Я подумал: «Это провал. Вместо того чтобы служить им вместо антидепрессантов, мы еще больше усилили чувство подавленности у этих стариков». Краснобай лез из кожи вон. Он пропел национальный гимн — самбу. Мы от души ему аккомпанировали.
— Я пью, да, и я живу, а есть такие, что не пьют, но как мухи мрут; я пью, да… — Он повторил припев, посмотрел на стариков и решил, что они развеселятся лишь тогда, когда им в голову ударит алкоголь.
Но никто даже не улыбнулся. Никто не двигался. Никто не аплодировал. Никто не пел. В первый же день, когда мы попытались продать грезы, мы фактически продали собственный стыд. Посмотрев на сестер и братьев милосердия, на нянечек, мы убедились, что и они остаются безучастными. Подобно нам, они, должно быть, думали, что их старички одной ногой стоят в могиле и ожидают скорой смерти. И вот когда этот день показался нам самым скверным с тех пор, как мы пошли за учителем, он появился. Увидев его, некоторые старики и старушки пошли ему навстречу и стали радостно обнимать его. Тогда-то мы и поняли, что он уже не раз бывал в этом приюте.
Учитель вдруг отобрал у нас инструменты и раздал их старикам. Мы-то думали, что они вообще не знают, что такое гитара, контрабас или саксофон. К нашему удивлению, старики — сеньор Лауру, сеньор Мишель и сеньор Лусиу, — взявшие гитары и контрабас, обращались с ними весьма ловко и начали настраивать. Вскоре раздался мощнейший звук. Мы не верили тому, что услышали.
Таким же образом одна сеньора взяла саксофон и исполнила великолепное соло. Я впал в оцепенение. «Однако этот приют далеко не богадельню>, — подумал я. Устыдившись, я понял, и мои товарищи тоже, как и присутствовавший персонал, что на самом деле это отнюдь не так. Приют был собранием опытных людей с подавленным потенциалом.
Учитель с великим удовольствием слушал их. Потом он взял из рук Бартоломеу микрофон, подошел к сеньору весьма преклонного возраста, который почти не мог ходить, и отдал микрофон ему. Мы были без ума от его превосходного голоса, в чем-то похожего на проникновенный тембр Фрэнка Синатры.
Некоторое время спустя учитель пригласил тех, кто мог передвигаться, на площадку и начал с ними танцевать. Я тоже принял участие в танце. Ликование было всеобщим и бурным. Старики перевернули свою богадельню вверх дном. Улыбки людей отражали их настроение. Поначалу они не веселились, потому что мы проявили к ним полное неуважение.

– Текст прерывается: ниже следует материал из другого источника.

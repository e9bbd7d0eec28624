"""The documents of the records ask for all of a controller and refuse what people could not read."""

from __future__ import annotations

import copy
from typing import Any

import pytest

from service.documents.decisions import DecisionRequest
from service.documents.errors import InvalidDocument
from service.documents.installations import InstallationRequest
from service.documents.loops import LoopRegistration, ModelVersion
from service.documents.reading import read
from service.documents.submissions import SubmissionRequest
from tests.documents.requests import ABSENT, REQUEST, as_bytes, changed

CONTROLLER: dict[str, Any] = REQUEST["controller"]
TWO_ZEROS: dict[str, Any] = {
    "form": "two_zeros",
    "action": "reverse",
    "gain": 2.0,
    "zeros_rad_s": [-0.1],
    "derivative_filter": None,
    "measurement_filter_s": 0.0,
    "setpoint_weight": "unknown",
    "scan": None,
}
SUBMISSION: dict[str, Any] = {
    "loop": {"site": "North works", "tag": "TIC-101"},
    "controller": CONTROLLER,
    "kind": "planned",
    "reason": "Slow after the exchanger was cleaned.",
    "safety_effect": "None: no trip or relief valve depends on this loop.",
}
DECISION: dict[str, Any] = {
    "decision": "approve",
    "reason": "Margins are wide.",
    "content_digest": "0123456789abcdef" * 4,
    "password": "a long enough password",
}
INSTALLATION: dict[str, Any] = {
    "as_found": CONTROLLER,
    "as_left": CONTROLLER,
    "installed_at": "2026-11-02T14:05:00+01:00",
}
LOOP: dict[str, Any] = {
    "site": "North works",
    "tag": "TIC-101",
    "description": "Feed temperature",
    "area": "Distillation",
    "pv": {"low": 0, "high": 200, "unit": "°C"},
    "output": {"low": 0, "high": 100, "unit": "%"},
}
MODEL: dict[str, Any] = {
    "plant_model": REQUEST["plant_model"],
    "operating_point": "normal feed",
    "evidence": "Step of 5 % on 2 October, twice.",
}


def refused_at(document_type: type, document: dict[str, Any]) -> list[str]:
    with pytest.raises(InvalidDocument) as caught:
        read(document_type, as_bytes(document))
    return [problem.pointer for problem in caught.value.errors]


@pytest.mark.parametrize(
    ("document_type", "document"),
    [
        (SubmissionRequest, SUBMISSION),
        (DecisionRequest, DECISION),
        (InstallationRequest, INSTALLATION),
        (LoopRegistration, LOOP),
        (ModelVersion, MODEL),
    ],
    ids=lambda told: getattr(told, "__name__", ""),
)
def test_a_complete_document_is_read(document_type: type, document: dict[str, Any]) -> None:
    assert isinstance(read(document_type, as_bytes(document)), document_type)


@pytest.mark.parametrize("name", list(CONTROLLER))
def test_a_submission_names_everything_of_its_controller(name: str) -> None:
    document = changed(f"/controller/{name}", ABSENT, SUBMISSION)
    assert f"/controller/{name}" in refused_at(SubmissionRequest, document)


@pytest.mark.parametrize("name", list(TWO_ZEROS))
def test_a_controller_with_two_zeros_names_gain_and_zeros_in_place_of_terms(name: str) -> None:
    document = changed("/controller", {key: TWO_ZEROS[key] for key in TWO_ZEROS if key != name}, SUBMISSION)
    assert f"/controller/{name}" in refused_at(SubmissionRequest, document)


def test_a_complete_controller_with_two_zeros_is_read() -> None:
    assert read(SubmissionRequest, as_bytes(changed("/controller", TWO_ZEROS, SUBMISSION)))


@pytest.mark.parametrize("name", ["as_found", "as_left"])
def test_an_installation_names_everything_of_both_controllers(name: str) -> None:
    document = changed(f"/{name}/scan", ABSENT, INSTALLATION)
    assert refused_at(InstallationRequest, document) == [f"/{name}/scan"]


def test_a_set_of_gains_names_everything_of_its_controller() -> None:
    gain_set = {"condition": "low feed", "operating_points": ["low"], "controller": copy.deepcopy(CONTROLLER)}
    del gain_set["controller"]["setpoint_weight"]
    document = changed("/gain_sets", [gain_set], SUBMISSION)
    del document["controller"]
    assert refused_at(SubmissionRequest, document) == ["/gain_sets/0/controller/setpoint_weight"]


def test_a_default_is_not_asked_for_where_nothing_is_recorded() -> None:
    assert read(ModelVersion, as_bytes(MODEL)).plant_model.gain_basis == "percent_of_range"


def test_a_controller_and_gain_sets_do_not_stand_together() -> None:
    sets = [{"condition": "low", "operating_points": ["low"], "controller": CONTROLLER}]
    assert refused_at(SubmissionRequest, changed("/gain_sets", sets, SUBMISSION)) == ["/controller"]


@pytest.mark.parametrize("name", ["state", "id", "approved_by", "submitted_at"])
def test_what_the_service_decides_is_not_taken_from_a_submission(name: str) -> None:
    assert refused_at(SubmissionRequest, changed(f"/{name}", "approved", SUBMISSION)) == [f"/{name}"]


@pytest.mark.parametrize(
    "tag",
    [
        "",
        " ",
        "TIC 101 ",
        "TIC\u202e101",
        "TIC\u200b101",
        "TIC\n101",
        "TIC\ufeff101",
        "TI\u0043\u0327",
        "T" * 61,
    ],
)
def test_a_tag_that_people_cannot_read_as_it_is_stored_is_refused(tag: str) -> None:
    assert refused_at(LoopRegistration, changed("/tag", tag, LOOP)) == ["/tag"]


@pytest.mark.parametrize("tag", ["TIC-101", "10 FIC 0042.A", "Ofen-Ø7", "流量-1"])
def test_a_tag_is_the_sites_own_text(tag: str) -> None:
    assert read(LoopRegistration, as_bytes(changed("/tag", tag, LOOP))).tag == tag


@pytest.mark.parametrize("reason", ["", " \n ", "fine\u202egnihton", "x" * 4001, "bell\u0007"])
def test_a_reason_that_says_nothing_or_hides_something_is_refused(reason: str) -> None:
    assert refused_at(DecisionRequest, changed("/reason", reason, DECISION)) == ["/reason"]


def test_a_reason_may_take_several_lines() -> None:
    told = "First.\n\tSecond."
    assert read(DecisionRequest, as_bytes(changed("/reason", told, DECISION))).reason == told


@pytest.mark.parametrize("digest", ["", "0" * 63, "0" * 65, "G" * 64, "A" * 64, "0" * 64 + "\n"])
def test_a_digest_is_64_lower_case_hex_digits(digest: str) -> None:
    assert refused_at(DecisionRequest, changed("/content_digest", digest, DECISION)) == ["/content_digest"]


def test_a_password_does_not_show_where_a_decision_is_printed() -> None:
    assert DECISION["password"] not in repr(read(DecisionRequest, as_bytes(DECISION)))


def test_one_criterion_has_one_deviation() -> None:
    twice = [{"criterion": "gain_margin_min", "reason": "known"}] * 2
    assert refused_at(DecisionRequest, changed("/deviation", twice, DECISION)) == ["/deviation/1/criterion"]


@pytest.mark.parametrize(
    "moment", ["2026-11-02T14:05:00", "2026-11-02", "yesterday", 1793628300, "2026-13-01T00:00:00Z"]
)
def test_a_time_is_rfc_3339_with_its_offset(moment: object) -> None:
    document = changed("/installed_at", moment, INSTALLATION)
    assert refused_at(InstallationRequest, document) == ["/installed_at"]


def test_a_time_is_kept_in_utc() -> None:
    installed_at = read(InstallationRequest, as_bytes(INSTALLATION)).installed_at
    assert installed_at.isoformat() == "2026-11-02T13:05:00+00:00"


def test_a_loop_is_not_its_own_inner_loop() -> None:
    itself = {"site": "NORTH works", "tag": "tic-101"}
    assert refused_at(LoopRegistration, changed("/inner_loop", itself, LOOP)) == ["/inner_loop"]


def test_a_range_that_is_empty_is_refused() -> None:
    assert refused_at(LoopRegistration, changed("/pv/high", 0, LOOP)) == ["/pv/high"]


def test_a_limit_that_does_not_exist_is_refused() -> None:
    assert refused_at(LoopRegistration, changed("/criteria", {"elegance_min": 3}, LOOP)) == [
        "/criteria/elegance_min"
    ]
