"""Every unit in which a term can be entered is read, and no other."""

from __future__ import annotations

from typing import Any

import pytest

from tests.documents.requests import REQUEST, accepted, changed, refused_at

SURROUNDINGS: dict[str, Any] = {
    "action": "reverse",
    "derivative_filter": {"value": 1.0, "unit": "seconds"},
    "scan": {"interval_s": 0.5},
}
TIME_TERMS: dict[str, Any] = {
    "proportional": {"value": 2.0, "unit": "gain"},
    "integral": {"value": 40.0, "unit": "seconds"},
    "derivative": {"value": 3.0, "unit": "seconds"},
}
PARALLEL_TERMS: dict[str, Any] = {
    "proportional": {"value": 2.0, "unit": "gain"},
    "integral": {"value": 0.05, "unit": "gain_per_second"},
    "derivative": {"value": 6.0, "unit": "gain_seconds"},
}
CONTROLLERS: dict[str, dict[str, Any]] = {
    "ideal": {"form": "ideal", **SURROUNDINGS, **TIME_TERMS},
    "series": {"form": "series", **SURROUNDINGS, **TIME_TERMS},
    "parallel": {"form": "parallel", **SURROUNDINGS, **PARALLEL_TERMS},
    "two_zeros": {"form": "two_zeros", **SURROUNDINGS, "gain": 2.0, "zeros_rad_s": [-0.1, -0.5]},
}

# interface, section 2: the units of each term of each form
TIMES = {"seconds", "minutes", "repeats_per_second", "repeats_per_minute"}
UNITS: dict[tuple[str, str], set[str]] = {
    ("ideal", "proportional"): {"gain", "percent_band"},
    ("ideal", "integral"): TIMES,
    ("ideal", "derivative"): {"seconds", "minutes"},
    ("ideal", "derivative_filter"): {"seconds", "minutes", "ratio"},
    ("series", "proportional"): {"gain", "percent_band"},
    ("series", "integral"): TIMES,
    ("series", "derivative"): {"seconds", "minutes"},
    ("series", "derivative_filter"): {"seconds", "minutes", "ratio"},
    ("parallel", "proportional"): {"gain", "percent_band"},
    ("parallel", "integral"): {"gain_per_second", "gain_per_minute", "seconds", "minutes", "gain_per_scan"},
    ("parallel", "derivative"): {"gain_seconds", "gain_minutes", "gain_scans"},
    ("parallel", "derivative_filter"): {"seconds", "minutes", "ratio"},
    ("two_zeros", "derivative_filter"): {"seconds", "minutes"},
}
ALL_UNITS = set().union(*UNITS.values())


def entered(form: str, term: str, unit: str) -> dict[str, Any]:
    request = changed("/controller", CONTROLLERS[form], REQUEST)
    request["controller"] = {**CONTROLLERS[form], term: {"value": 2.5, "unit": unit, "displayed": "2.50"}}
    return request


@pytest.mark.parametrize(
    ("form", "term", "unit"), [(*key, unit) for key, units in UNITS.items() for unit in sorted(units)]
)
def test_a_unit_of_the_term_is_read(form: str, term: str, unit: str) -> None:
    told = getattr(accepted(entered(form, term, unit)).controller, term)
    assert (told.value, told.unit, told.displayed) == (2.5, unit, "2.50")


@pytest.mark.parametrize(
    ("form", "term", "unit"),
    [(*key, unit) for key, units in UNITS.items() for unit in sorted(ALL_UNITS - units)],
)
def test_a_unit_of_another_term_is_refused(form: str, term: str, unit: str) -> None:
    assert refused_at(entered(form, term, unit)) == [f"/controller/{term}/unit"]


@pytest.mark.parametrize(("term", "unit"), [("integral", "gain_per_scan"), ("derivative", "gain_scans")])
def test_a_gain_for_each_scan_needs_a_scan(term: str, unit: str) -> None:
    request = entered("parallel", term, unit)
    request["controller"]["scan"] = None
    assert refused_at(request) == [f"/controller/{term}/unit"]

Мы дали им самое худшее, решив, что раз они старики, то с памятью у них не все в порядке, мышцы ослабли и для их ушей и эмоций сгодится все что угодно.
У многих из них было чудесное детство, значительно лучше моего; и ребенок, который спал где-то внутри каждого из них, проснулся. Позднее учитель сказал, что отправил нас к старикам не для того, чтобы мы продали им грезы, а для того, чтобы мы сами купили эти грезы у них. Он показал нам, что бесполезных людей не бывает, но есть люди плохо оцененные, плохо использованные, плохо изученные. Услышав эти слова, я понял, какую еще ошибку совершил когда-то. Мой дед по материнской линии Паулу был экстравертом, общительным человеком. Умер он через пятнадцать лет после смерти моей матери. Но я никогда не пытался проникнуть в его внутренний мир. Я чувствовал себя отвергнутым своими дядями и двоюродными братьями и кончил тем, что сам отверг своего деда. У каждой невинной жертвы есть душевные раны, нанесенные преступником. Меня восхищало умение деда играть на музыкальных инструментах, но я никогда не спрашивал его о слезах, которые он пролил, о страхах, которые испытал. Я никогда не обращал внимания ни на его хорошее настроение, ни на его жизненный опыт. Я многое потерял, не взявшись за глубокое исследование удивительного человеческого существа.
Завершая уходящий день, учитель поделился с нами некоторыми мыслями, эхом отозвавшимися в моем сознании и запомнившимися навсегда.
— Временной интервал между молодостью и старостью значительно короче, чем это можно себе представить. Кто не умеет с радостью окунуться в духовный мир пожилых людей, тот не достоин своей юности. Не обманывайтесь, человек умирает не тогда, когда перестает биться его сердце, а тогда, когда перестает чувствовать себя нужным людям.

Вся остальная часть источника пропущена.